= Hu–Washizu principle =

In continuum mechanics, and in particular in finite element analysis, the Hu–Washizu principle is a variational principle which says that the action

$\int_{V^e} \left[ \frac{1}{2} \varepsilon^T C \varepsilon - \sigma^T \varepsilon + \sigma^T (\nabla u) - \bar{p}^T u \right] dV - \int_{S_\sigma^e} \bar{T}^T u\ dS$

is stationary, where $C$ is the elastic stiffness tensor. The Hu–Washizu principle is used to develop mixed finite element methods.
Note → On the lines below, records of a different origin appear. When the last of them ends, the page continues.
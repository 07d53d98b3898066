"""Which faults are tried, and what is made of each."""

from dataclasses import dataclass

from . import network, simulator
from .network import Fault

# A reading that moves by less than this is not noticed by any comparison of the two senses.
UNNOTICED = 0.0005
# Where the controller trips on disagreeing senses (DESIGN: max(0.25 %, 4 u) on 1 s means).
DISAGREE = 0.0025


@dataclass(frozen=True)
class Outcome:
    """Worst values at the converter's two pins, and what the reading became."""

    fault: Fault
    negative: bool
    pin_high_volts: float
    pin_low_volts: float
    over_supply_volts: float
    pin_amperes: float
    buffer_amperes: float
    tap_volts: float
    supply_volts: float
    reading_volts: float
    true_volts: float

    def deviation(self):
        """How far the reading is off, as a fraction of the true voltage at the tube."""
        return self.reading_volts / self.true_volts - 1.0

    def breaches(self, converter):
        """Sentences for every limit that is exceeded; empty when all hold."""
        margin = converter["over_supply_volts"]
        found = []
        if self.over_supply_volts > margin:
            found.append(f"pin {self.over_supply_volts:+.2f} V against its supply, limit +{margin} V")
        if self.pin_low_volts < -margin:
            found.append(f"pin at {self.pin_low_volts:.2f} V, limit -{margin} V")
        if self.pin_amperes > converter["input_amperes"]:
            found.append(f"pin current {self.pin_amperes * 1e3:.1f} mA, limit {converter['input_amperes'] * 1e3:.0f} mA")
        if self.supply_volts > converter["supply_absolute_volts"]:
            found.append(f"analogue supply pushed to {self.supply_volts:.1f} V, limit {converter['supply_absolute_volts']} V")
        if self.buffer_amperes > converter["buffer_amperes"]:
            found.append(f"buffer input {self.buffer_amperes * 1e3:.1f} mA, limit {converter['buffer_amperes'] * 1e3:.0f} mA")
        return found


def single(net, protection, negative):
    """Every single fault: each part opened, each part shorted, the string as a whole, buffer and conditions."""
    made = [Fault("none (healthy)")]
    for part in network.parts(net, protection, negative):
        made.append(Fault(f"{part.name} open", opened=(part.name,)))
        made.append(Fault(f"{part.name} shorted", shorted=(part.name,)))
    both = tuple(f"RL{letter}" for letter, _ in zip("AB", net["low_ohms"]))
    made += [
        Fault("common lead of RLA and RLB open", opened=both),
        Fault("flashover: whole string bridged", flashover=True),
        Fault("flashover held just below gas tube firing", standing=True),
        Fault("buffer output stuck at supply", buffer="high"),
        Fault("buffer output stuck at ground", buffer="low"),
        Fault("buffer input joined to its output", buffer="shorted"),
        Fault("pedestal stuck at supply", pedestal="high"),
        Fault("pedestal stuck at ground", pedestal="low"),
        Fault("electronics unpowered, HV on", unpowered=True),
        Fault("HV of the wrong polarity", wrong_polarity=True),
    ]
    return made


def violent():
    """Events that follow a hidden fault in the second table."""
    return [Fault("flashover", flashover=True), Fault("standing flashover", standing=True),
            Fault("both low-side resistors open", opened=("RLA", "RLB"))]


def joined(first, second):
    """Both faults at once."""
    return Fault(
        f"{first.name}, then {second.name}",
        opened=first.opened + second.opened,
        shorted=first.shorted + second.shorted,
        flashover=second.flashover,
        standing=second.standing,
        buffer=first.buffer,
        pedestal=first.pedestal,
    )


def outcome(description, net, fault, negative):
    """Simulate one fault."""
    m = simulator.measure(network.netlist(description, net, fault, negative), network.MEASURED)
    scale = 1.0 + net["elements"] * net["element_ohms"] * sum(1.0 / ohms for ohms in net["low_ohms"])
    full = description["converter"]["full_scale_volts"]
    difference = max(-full, min(full, m["end_pin"] - m["end_low"]))
    return Outcome(
        fault=fault,
        negative=negative,
        pin_high_volts=max(m["max_pin"], m["max_low"]),
        pin_low_volts=min(m["min_pin"], m["min_low"]),
        over_supply_volts=max(m["max_over"], m["max_lowover"]),
        pin_amperes=max(abs(m[key]) for key in ("max_ipin", "min_ipin", "max_ilow", "min_ilow")),
        buffer_amperes=max(abs(m["max_ibin"]), abs(m["min_ibin"])),
        tap_volts=max(abs(m["max_tap"]), abs(m["min_tap"])),
        supply_volts=m["max_vdd"],
        true_volts=abs(m["end_hv"]),
        reading_volts=(-1.0 if negative else 1.0) * difference * scale,
    )


def harsher(description, changes):
    """The description with the figures of one table of [harsher] put in."""
    changed = {key: dict(value) if isinstance(value, dict) else value for key, value in description.items()}
    for section, values in changes.items():
        changed[section].update(values)
    return changed


def noticed(result, healthy, full_reading):
    """Who notices: told from the reading against the healthy one."""
    if result.fault == healthy.fault:
        return "nothing to notice"
    if result.fault.unpowered:
        return "converter silent"
    if abs(result.reading_volts) >= 0.9999 * full_reading:
        return "tap over range" if result.reading_volts > 0 else "under range, wrong sign"
    if result.fault.wrong_polarity:
        return "wrong sign, on both senses" if result.reading_volts < 0 else "nobody: both senses read near 0"
    # Both strings hang on the same supply, so a fault that only loads the supply moves both alike.
    off = abs(result.deviation() - healthy.deviation())
    if off < UNNOTICED:
        return "nobody: hidden"
    if off < DISAGREE:
        return "session check only"
    return "senses disagree"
The principle is named after Hu Haichang and Kyūichirō Washizu.

The Euler–Lagrange equations of the Hu–Washizu functional are the following equations:

$$\begin{cases}
\nabla \cdot \boldsymbol{\sigma} + \mathbf{f} = \mathbf{0} & \text{(Equilibrium)} \\
\boldsymbol{\sigma} = \frac{\partial W}{\partial \boldsymbol{\varepsilon}} & \text{(Constitutive law)} \\
\boldsymbol{\varepsilon} = \nabla^s \mathbf{u} & \text{(Compatibility)}
\end{cases}$$

with appropriate boundary conditions

$\boldsymbol{\sigma} \cdot \mathbf{n} = \mathbf{t} \quad \text{on} \quad \partial \Omega_t$.